// Issue 15 item 8: support reactions and displacements per result in the node and member panels. The node endpoint
// (GET …/models/N/nodes/<id>) and a member's end nodes in its own detail, against the stored analysis and against
// hand statics of the symmetric tripod (tests/support/fixtures/report.ts), derived here:
//   legs from D(0,0,1) to A, B, C on the unit circle at z = 0: length √2, at 45° (cos θ = sin θ = 1/√2).
//   Vertical equilibrium at D under P down: 3·N·(1/√2) = P, so each support takes P/3 up and P/3 inwards
//   (towards the axis), the leg being at 45°. Vertical stiffness of D: k = 3·(EA/L)·cos²θ = 3·EA/(2√2), so
//   uz(D) = -P/k, and D does not move sideways (symmetry). AB joins two fully held supports: no force, no movement.
import { and, eq } from "drizzle-orm";
import { afterAll, beforeAll, describe, expect, it } from "vitest";
import { GET as getMember } from "@/app/api/projects/[projectId]/models/[number]/members/[memberId]/route";
import { GET as getNode } from "@/app/api/projects/[projectId]/models/[number]/nodes/[nodeId]/route";
import { analysisRuns } from "@/db/schema";
import { analyzeModel, type AnalysisResult } from "@/lib/analysis/analyze";
import { createRevisionWithAnalysis } from "@/lib/commands/create-analysed-revision";
import type { MemberDetail } from "@/lib/models/member-detail";
import type { NodeDetail } from "@/lib/models/node-detail";
import { TRIPOD } from "@/tests/support/fixtures/report";
import { closeDb, getDb, requireIntegrationEnv } from "../support/db";
import { createProjectFixture, type FixtureUser, type ProjectFixture } from "../support/fixtures";
import { buildRequest, routeContext } from "../support/session";

let fx: ProjectFixture;
let number: number;
let stored: AnalysisResult;

const EA = TRIPOD.materials[0].E * TRIPOD.sections[0].area; // kN
const k = (3 * EA) / (2 * Math.SQRT2); // kN/m, vertical stiffness of the apex (derived above)
const P = { "ULS-1": 1.35 * 30, "ULS-3": 1.0 * 30 - 1.5 * 40, dead: 30, wind: -40 } as const; // kN down at D

const fetchNode = async (nodeId: string, user?: FixtureUser, headers: Record<string, string> = {}) => {
  const request = await buildRequest(`/api/projects/${fx.projectId}/models/${number}/nodes/${encodeURIComponent(nodeId)}`, { user });
  for (const [name, value] of Object.entries(headers)) request.headers.set(name, value);
  return getNode(request, routeContext({ projectId: fx.projectId, number: String(number), nodeId }));
};
const nodeDetail = async (nodeId: string) => {
  const response = await fetchNode(nodeId, fx.users.architect);
  expect(response.status).toBe(200);
  return (await response.json()) as NodeDetail;
};

beforeAll(async () => {
  requireIntegrationEnv();
  fx = await createProjectFixture("node-detail");
  const revision = await createRevisionWithAnalysis({ projectId: fx.projectId, name: "Lantern", model: TRIPOD, source: "uploaded", createdBy: fx.users.structural_engineer.id, result: analyzeModel(TRIPOD), review: null });
  number = revision.number;
  const [run] = await getDb().select().from(analysisRuns).where(and(eq(analysisRuns.revisionId, revision.id)));
  stored = run.result;
});
afterAll(closeDb);

describe("a support node's detail", () => {
  it("gives its reaction in every load case and combination: P/3 up and P/3 towards the axis (hand statics)", async () => {
    const body = await nodeDetail("A");
    expect(body.node).toEqual({ id: "A", x: 1, y: 0, z: 0 });
    expect(body.support).toEqual({ ux: true, uy: true, uz: true });
    expect(Object.keys(body.results).sort()).toEqual(Object.keys(stored.results).sort());
    for (const [resultId, load] of Object.entries(P)) {
      const { reaction, displacement } = body.results[resultId];
      // A is at (1, 0, 0): "towards the axis" is -x.
      expect(reaction!.fz).toBeCloseTo(load / 3, 9);
      expect(reaction!.fx).toBeCloseTo(-load / 3, 9);
      expect(Math.abs(reaction!.fy)).toBeLessThan(1e-9);
      // exactly what the analysis stored, and a held node does not move
      expect(reaction).toEqual(stored.results[resultId].reactions.A);
      expect(displacement).toEqual({ ux: 0, uy: 0, uz: 0, total: 0 });
    }
    expect(body.caution).toMatch(/engineer of record/);
  });

  it("the three supports' reactions balance the applied load to 1e-9 relative in every result (issue 15 item 8)", async () => {
    const supports = await Promise.all(["A", "B", "C"].map(nodeDetail));
    for (const [resultId, load] of Object.entries(P)) {
      const sum = supports.reduce((s, d) => ({ fx: s.fx + d.results[resultId].reaction!.fx, fy: s.fy + d.results[resultId].reaction!.fy, fz: s.fz + d.results[resultId].reaction!.fz }), { fx: 0, fy: 0, fz: 0 });
      // ΣR + ΣF = 0 with ΣF = (0, 0, -load)
      expect(Math.hypot(sum.fx, sum.fy, sum.fz - load) / Math.abs(load)).toBeLessThan(1e-9);
    }
  });
});

describe("a free node's detail", () => {
  it("gives ux, uy, uz and |u| in every result: uz(D) = -P/k, no sideways movement (closed form), and no reaction", async () => {
    const body = await nodeDetail("D");
    expect(body.support).toBeNull();
    for (const [resultId, load] of Object.entries(P)) {
      const { displacement, reaction } = body.results[resultId];
      expect(reaction).toBeNull();
      expect(Math.abs(displacement.uz / (-load / k) - 1)).toBeLessThan(1e-9);
      expect(Math.hypot(displacement.ux, displacement.uy)).toBeLessThan(1e-12);
      expect(displacement.total).toBeCloseTo(Math.abs(load) / k, 12);
      const { ux, uy, uz } = stored.results[resultId].displacements.D;
      expect({ ux, uy, uz }).toEqual({ ux: displacement.ux, uy: displacement.uy, uz: displacement.uz });
    }
  });

  it("is immutable: a strong ETag, cached for a year, 304 when the browser has it", async () => {
    const first = await fetchNode("D", fx.users.viewer);
    const etag = first.headers.get("etag")!;
    expect(etag).toMatch(/^"[^"]+"$/);
    expect(first.headers.get("cache-control")).toBe("private, max-age=31536000, immutable");
    expect((await fetchNode("D", fx.users.viewer, { "if-none-match": etag })).status).toBe(304);
    expect((await fetchNode("A", fx.users.viewer)).headers.get("etag")).not.toBe(etag);
  });

  it("answers an unknown node, or a node of an unknown revision, with 404", async () => {
    const unknown = await fetchNode("NO-SUCH-NODE", fx.users.viewer);
    expect(unknown.status).toBe(404);
    expect((await unknown.json()).error).toMatch(/no analysed node/);
    const missing = await getNode(await buildRequest(`/api/projects/${fx.projectId}/models/999/nodes/A`, { user: fx.users.viewer }), routeContext({ projectId: fx.projectId, number: "999", nodeId: "A" }));
    expect(missing.status).toBe(404);
  });
});

describe("a member's end nodes in its detail", () => {
  it("gives the displacement and reaction of both ends in every result, the same as the node endpoint", async () => {
    const response = await getMember(await buildRequest(`/api/projects/${fx.projectId}/models/${number}/members/AD`, { user: fx.users.mep_engineer }), routeContext({ projectId: fx.projectId, number: String(number), memberId: "AD" }));
    expect(response.status).toBe(200);
    const member = (await response.json()) as MemberDetail;
    const [a, d] = await Promise.all([nodeDetail("A"), nodeDetail("D")]);
    expect(Object.keys(member.ends).sort()).toEqual(Object.keys(stored.results).sort());
    for (const resultId of Object.keys(stored.results)) {
      expect(member.ends[resultId]).toEqual({ i: a.results[resultId], j: d.results[resultId] });
    }
    expect(member.ends["ULS-1"].j.displacement.uz).toBeLessThan(0);
    expect(member.ends["ULS-1"].i.reaction!.fz).toBeCloseTo(13.5, 9);
  });
});
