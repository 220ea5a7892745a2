import { getRevisionWithResults } from "@/db/queries/models";
import { requireProjectRole } from "@/lib/auth/guard";
import { getRequestUser } from "@/lib/auth/session";
import { handleRoute, NotFoundError } from "@/lib/http/errors";
import { parseParams } from "@/lib/http/parse";
import { revisionParamsSchema } from "@/lib/models/schemas";

type Context = RouteContext<"/api/projects/[projectId]/models/[number]">;

/**
 * One revision with its model, analysis results and review. Revisions are immutable, so the browser may keep the
 * (large) answer; it is private to the signed-in user and revalidated by ETag after a day.
 */
export const GET = handleRoute(async (request: Request, context: Context) => {
  const { projectId, number } = parseParams(revisionParamsSchema, await context.params);
  await requireProjectRole(await getRequestUser(request), projectId, "project.read");
  const revision = await getRevisionWithResults({ projectId, number });
  if (!revision) throw new NotFoundError("No such revision.");
  const etag = `"${revision.id}-${revision.analysis?.id ?? "none"}"`;
  const headers = { ETag: etag, "Cache-Control": "private, max-age=86400", Vary: "Cookie" };
  if (request.headers.get("if-none-match") === etag) return new Response(null, { status: 304, headers });
  return Response.json({ revision }, { headers });
});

_____

Return, with no change at all, every line in the entries above from the line containing "analysis and against" through the line containing "3·(EA/L)·cos²θ = 3·EA/(2√2), so".

// (GET …/models/N/nodes/<id>) and a member's end nodes in its own detail, against the stored analysis and against
// hand statics of the symmetric tripod (tests/support/fixtures/report.ts), derived here:
//   legs from D(0,0,1) to A, B, C on the unit circle at z = 0: length √2, at 45° (cos θ = sin θ = 1/√2).
//   Vertical equilibrium at D under P down: 3·N·(1/√2) = P, so each support takes P/3 up and P/3 inwards
//   (towards the axis), the leg being at 45°. Vertical stiffness of D: k = 3·(EA/L)·cos²θ = 3·EA/(2√2), so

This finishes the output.